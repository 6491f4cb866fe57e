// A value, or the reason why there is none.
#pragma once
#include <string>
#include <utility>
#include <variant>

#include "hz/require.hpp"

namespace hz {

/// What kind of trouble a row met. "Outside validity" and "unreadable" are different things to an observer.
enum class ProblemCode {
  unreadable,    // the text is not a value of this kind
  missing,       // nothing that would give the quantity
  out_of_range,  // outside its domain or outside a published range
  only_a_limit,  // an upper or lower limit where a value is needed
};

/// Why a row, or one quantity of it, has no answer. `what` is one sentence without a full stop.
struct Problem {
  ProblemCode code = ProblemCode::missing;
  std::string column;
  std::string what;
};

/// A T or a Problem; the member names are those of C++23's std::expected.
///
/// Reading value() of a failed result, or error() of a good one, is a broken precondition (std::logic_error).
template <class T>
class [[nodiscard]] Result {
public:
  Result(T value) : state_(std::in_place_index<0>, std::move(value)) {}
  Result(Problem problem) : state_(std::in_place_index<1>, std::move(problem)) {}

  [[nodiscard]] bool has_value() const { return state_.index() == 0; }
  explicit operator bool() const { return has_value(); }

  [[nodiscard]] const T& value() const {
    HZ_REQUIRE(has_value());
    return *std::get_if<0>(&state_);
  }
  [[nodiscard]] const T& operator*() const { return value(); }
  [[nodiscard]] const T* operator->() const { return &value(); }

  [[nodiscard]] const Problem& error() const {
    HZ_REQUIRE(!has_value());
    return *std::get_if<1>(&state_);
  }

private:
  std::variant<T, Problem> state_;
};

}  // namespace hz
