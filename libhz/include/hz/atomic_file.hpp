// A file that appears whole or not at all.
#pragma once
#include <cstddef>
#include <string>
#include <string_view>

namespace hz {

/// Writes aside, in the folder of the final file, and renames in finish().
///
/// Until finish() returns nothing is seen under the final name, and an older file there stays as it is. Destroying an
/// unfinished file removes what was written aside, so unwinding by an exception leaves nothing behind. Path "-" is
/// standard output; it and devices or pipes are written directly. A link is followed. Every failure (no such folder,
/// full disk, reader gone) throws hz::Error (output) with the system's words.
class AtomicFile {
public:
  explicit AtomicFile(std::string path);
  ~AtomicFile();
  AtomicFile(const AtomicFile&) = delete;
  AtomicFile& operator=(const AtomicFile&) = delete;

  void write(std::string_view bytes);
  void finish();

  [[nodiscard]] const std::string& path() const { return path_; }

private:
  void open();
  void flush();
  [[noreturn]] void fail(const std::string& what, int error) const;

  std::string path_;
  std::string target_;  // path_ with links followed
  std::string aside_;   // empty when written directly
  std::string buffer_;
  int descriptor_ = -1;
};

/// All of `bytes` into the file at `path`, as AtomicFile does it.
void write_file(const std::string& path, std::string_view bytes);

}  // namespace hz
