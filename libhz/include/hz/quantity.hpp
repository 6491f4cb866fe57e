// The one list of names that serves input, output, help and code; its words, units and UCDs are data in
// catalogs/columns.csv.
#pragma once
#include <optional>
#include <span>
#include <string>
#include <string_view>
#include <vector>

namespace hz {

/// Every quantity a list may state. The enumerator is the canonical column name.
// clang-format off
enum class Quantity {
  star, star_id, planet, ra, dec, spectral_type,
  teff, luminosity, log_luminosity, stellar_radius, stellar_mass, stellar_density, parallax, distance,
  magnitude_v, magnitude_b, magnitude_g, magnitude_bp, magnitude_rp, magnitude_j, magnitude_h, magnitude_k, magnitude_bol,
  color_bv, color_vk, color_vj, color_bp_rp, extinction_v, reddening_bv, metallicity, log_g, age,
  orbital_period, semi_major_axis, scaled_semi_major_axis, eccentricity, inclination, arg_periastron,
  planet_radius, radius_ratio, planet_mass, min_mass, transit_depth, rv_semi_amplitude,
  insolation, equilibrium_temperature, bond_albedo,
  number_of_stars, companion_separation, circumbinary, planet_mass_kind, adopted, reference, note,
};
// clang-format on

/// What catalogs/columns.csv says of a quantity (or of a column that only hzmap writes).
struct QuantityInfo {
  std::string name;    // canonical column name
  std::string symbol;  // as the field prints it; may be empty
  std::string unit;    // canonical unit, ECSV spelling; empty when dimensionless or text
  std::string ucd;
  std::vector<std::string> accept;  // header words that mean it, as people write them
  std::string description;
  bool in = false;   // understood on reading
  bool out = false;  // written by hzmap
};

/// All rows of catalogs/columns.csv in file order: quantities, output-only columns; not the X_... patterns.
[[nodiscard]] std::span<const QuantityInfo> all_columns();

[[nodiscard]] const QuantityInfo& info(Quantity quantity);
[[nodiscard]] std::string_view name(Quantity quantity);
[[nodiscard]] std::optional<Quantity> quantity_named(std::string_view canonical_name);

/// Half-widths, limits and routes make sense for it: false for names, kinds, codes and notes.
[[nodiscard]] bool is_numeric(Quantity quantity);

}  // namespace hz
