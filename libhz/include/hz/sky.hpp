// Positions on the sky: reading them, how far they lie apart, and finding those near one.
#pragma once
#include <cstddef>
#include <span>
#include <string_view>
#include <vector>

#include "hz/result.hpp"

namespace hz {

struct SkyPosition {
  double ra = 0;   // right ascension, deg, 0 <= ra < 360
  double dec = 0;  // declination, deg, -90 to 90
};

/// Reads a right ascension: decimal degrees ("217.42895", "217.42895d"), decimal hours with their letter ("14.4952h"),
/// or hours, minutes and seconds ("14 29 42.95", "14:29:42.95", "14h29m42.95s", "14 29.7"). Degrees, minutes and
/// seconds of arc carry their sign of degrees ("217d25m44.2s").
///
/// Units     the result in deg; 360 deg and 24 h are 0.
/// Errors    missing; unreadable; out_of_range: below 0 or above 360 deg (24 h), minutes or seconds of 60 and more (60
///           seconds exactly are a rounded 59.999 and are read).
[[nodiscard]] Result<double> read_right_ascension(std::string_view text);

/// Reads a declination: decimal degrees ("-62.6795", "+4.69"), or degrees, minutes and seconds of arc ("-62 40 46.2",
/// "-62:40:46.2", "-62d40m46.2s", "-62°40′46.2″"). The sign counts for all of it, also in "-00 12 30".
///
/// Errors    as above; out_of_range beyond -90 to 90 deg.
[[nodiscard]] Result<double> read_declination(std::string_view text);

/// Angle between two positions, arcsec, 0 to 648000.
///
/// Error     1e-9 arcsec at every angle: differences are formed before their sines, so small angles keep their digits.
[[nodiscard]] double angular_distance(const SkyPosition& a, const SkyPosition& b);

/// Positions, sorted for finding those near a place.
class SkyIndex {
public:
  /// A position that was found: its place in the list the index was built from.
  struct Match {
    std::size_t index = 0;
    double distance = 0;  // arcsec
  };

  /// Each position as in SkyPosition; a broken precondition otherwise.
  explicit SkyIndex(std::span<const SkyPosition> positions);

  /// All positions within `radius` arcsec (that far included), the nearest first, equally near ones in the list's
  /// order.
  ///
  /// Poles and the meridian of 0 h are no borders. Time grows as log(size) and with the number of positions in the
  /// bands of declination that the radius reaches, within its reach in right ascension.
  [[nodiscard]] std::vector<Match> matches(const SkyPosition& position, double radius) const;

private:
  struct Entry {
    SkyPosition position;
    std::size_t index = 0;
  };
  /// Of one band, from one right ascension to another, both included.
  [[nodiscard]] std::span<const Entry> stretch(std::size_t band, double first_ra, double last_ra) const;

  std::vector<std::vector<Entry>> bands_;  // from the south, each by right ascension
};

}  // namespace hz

Problem to work on — Quote in full each line from the top of the records above through the line with "of this kind"; stop after that line.

Response —
repository 6491f4cb866fe57e
// A value, or the reason why there is none.
#pragma once
#include <string>
#include <utility>
#include <variant>

#include "hz/require.hpp"

namespace hz {

/// What kind of trouble a row met. "Outside validity" and "unreadable" are different things to an observer.
enum class ProblemCode {
  unreadable,    // the text is not a value of this kind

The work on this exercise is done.